WHAT IS EXPECTED
The whole of the data is to be returned without a single change.
======== INPUT DATA
import { describe, expect, it } from "vitest";
import { columnMappingSchema, getDataStartLine, listMappedColumns, type ColumnMapping } from "@/lib/analysis/log-import";

const mapping: ColumnMapping = {
  time: { form: "elapsed", column: "Test Time (s)", unit: "s" },
  voltage: { column: "Voltage (mV)", unit: "mV" },
  current: { column: "Current (mA)", unit: "mA", dischargeSign: "positive" },
  temperature: { column: "Temp (°C)" },
  step: { column: "Step" },
  capacity: { column: "Capacity (mAh)", unit: "mAh" },
  delimiter: ";",
  decimalSeparator: ",",
  headerLine: 4,
  dataStartLine: 6,
};

function issues(input: unknown): string[] {
  const result = columnMappingSchema.safeParse(input);
  return result.success ? [] : result.error.issues.map((i) => `${i.path.join(".")}: ${i.message}`);
}

describe("columnMappingSchema", () => {
  it("accepts a full mapping and survives a JSON round trip (saved per instrument)", () => {
    expect(columnMappingSchema.parse(JSON.parse(JSON.stringify(mapping)))).toEqual(mapping);
    expect(issues({ ...mapping, time: { form: "timestamp", column: "Date" } })).toEqual([]);
  });

  it("trims column names", () => {
    expect(columnMappingSchema.parse({ ...mapping, step: { column: "  Step " } }).step).toEqual({ column: "Step" });
  });

  it("refuses a decimal comma with a comma delimiter", () => {
    expect(issues({ ...mapping, delimiter: "," })).toEqual(["decimalSeparator: a decimal comma needs a delimiter other than a comma"]);
  });

  it("refuses one column used for two roles", () => {
    expect(issues({ ...mapping, temperature: { column: "Voltage (mV)" } })).toEqual(['temperature.column: column "Voltage (mV)" is already used for voltage']);
  });

  it("refuses data that does not start after the header, and line 0", () => {
    expect(issues({ ...mapping, dataStartLine: 4 })).toEqual(["dataStartLine: data must start after the header line"]);
    expect(issues({ ...mapping, headerLine: 0, dataStartLine: undefined })).toEqual(["headerLine: lines are counted from 1"]);
  });

  it("refuses missing roles, unknown units and unknown keys", () => {
    const { current, ...withoutCurrent } = mapping;
    expect(current).toBeDefined();
    expect(issues(withoutCurrent)).toHaveLength(1);
    expect(issues({ ...mapping, voltage: { column: "Voltage (mV)", unit: "kV" } })).toHaveLength(1);
    expect(issues({ ...mapping, current: { column: "Current (mA)", unit: "mA" } })).toEqual([expect.stringMatching(/^current\.dischargeSign: /)]);
    expect(issues({ ...mapping, time: { form: "elapsed", column: "T", unit: "d" } })).toHaveLength(1);
    expect(issues({ ...mapping, colour: "red" })).toHaveLength(1);
    expect(issues({ ...mapping, voltage: { column: "  ", unit: "V" } })).toEqual(["voltage.column: choose a column"]);
  });

  it("lists the mapped columns by role, and finds where data starts", () => {
    expect(listMappedColumns(mapping)).toEqual([
      ["time", "Test Time (s)"],
      ["voltage", "Voltage (mV)"],
      ["current", "Current (mA)"],
      ["temperature", "Temp (°C)"],
      ["step", "Step"],
      ["capacity", "Capacity (mAh)"],
    ]);
    expect(getDataStartLine(mapping)).toBe(6);
    expect(getDataStartLine({ headerLine: 4 })).toBe(5);
  });
});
================
RESPONSE
import { describe, expect, it } from "vitest";
import { columnMappingSchema, getDataStartLine, listMappedColumns, type ColumnMapping } from "@/lib/analysis/log-import";

const mapping: ColumnMapping = {
  time: { form: "elapsed", column: "Test Time (s)", unit: "s" },
  voltage: { column: "Voltage (mV)", unit: "mV" },
  current: { column: "Current (mA)", unit: "mA", dischargeSign: "positive" },
  temperature: { column: "Temp (°C)" },
  step: { column: "Step" },
  capacity: { column: "Capacity (mAh)", unit: "mAh" },
  delimiter: ";",
  decimalSeparator: ",",
  headerLine: 4,
  dataStartLine: 6,
};

function issues(input: unknown): string[] {
  const result = columnMappingSchema.safeParse(input);
  return result.success ? [] : result.error.issues.map((i) => `${i.path.join(".")}: ${i.message}`);
}

describe("columnMappingSchema", () => {
  it("accepts a full mapping and survives a JSON round trip (saved per instrument)", () => {
    expect(columnMappingSchema.parse(JSON.parse(JSON.stringify(mapping)))).toEqual(mapping);
    expect(issues({ ...mapping, time: { form: "timestamp", column: "Date" } })).toEqual([]);
  });

  it("trims column names", () => {
    expect(columnMappingSchema.parse({ ...mapping, step: { column: "  Step " } }).step).toEqual({ column: "Step" });
  });

  it("refuses a decimal comma with a comma delimiter", () => {
    expect(issues({ ...mapping, delimiter: "," })).toEqual(["decimalSeparator: a decimal comma needs a delimiter other than a comma"]);
  });

  it("refuses one column used for two roles", () => {
    expect(issues({ ...mapping, temperature: { column: "Voltage (mV)" } })).toEqual(['temperature.column: column "Voltage (mV)" is already used for voltage']);
  });

  it("refuses data that does not start after the header, and line 0", () => {
    expect(issues({ ...mapping, dataStartLine: 4 })).toEqual(["dataStartLine: data must start after the header line"]);
    expect(issues({ ...mapping, headerLine: 0, dataStartLine: undefined })).toEqual(["headerLine: lines are counted from 1"]);
  });

  it("refuses missing roles, unknown units and unknown keys", () => {
    const { current, ...withoutCurrent } = mapping;
    expect(current).toBeDefined();
    expect(issues(withoutCurrent)).toHaveLength(1);
    expect(issues({ ...mapping, voltage: { column: "Voltage (mV)", unit: "kV" } })).toHaveLength(1);
    expect(issues({ ...mapping, current: { column: "Current (mA)", unit: "mA" } })).toEqual([expect.stringMatching(/^current\.dischargeSign: /)]);
    expect(issues({ ...mapping, time: { form: "elapsed", column: "T", unit: "d" } })).toHaveLength(1);
    expect(issues({ ...mapping, colour: "red" })).toHaveLength(1);
    expect(issues({ ...mapping, voltage: { column: "  ", unit: "V" } })).toEqual(["voltage.column: choose a column"]);
  });

  it("lists the mapped columns by role, and finds where data starts", () => {
    expect(listMappedColumns(mapping)).toEqual([
      ["time", "Test Time (s)"],
      ["voltage", "Voltage (mV)"],
      ["current", "Current (mA)"],
      ["temperature", "Temp (°C)"],
      ["step", "Step"],
      ["capacity", "Capacity (mAh)"],
    ]);
    expect(getDataStartLine(mapping)).toBe(6);
    expect(getDataStartLine({ headerLine: 4 })).toBe(5);
  });
});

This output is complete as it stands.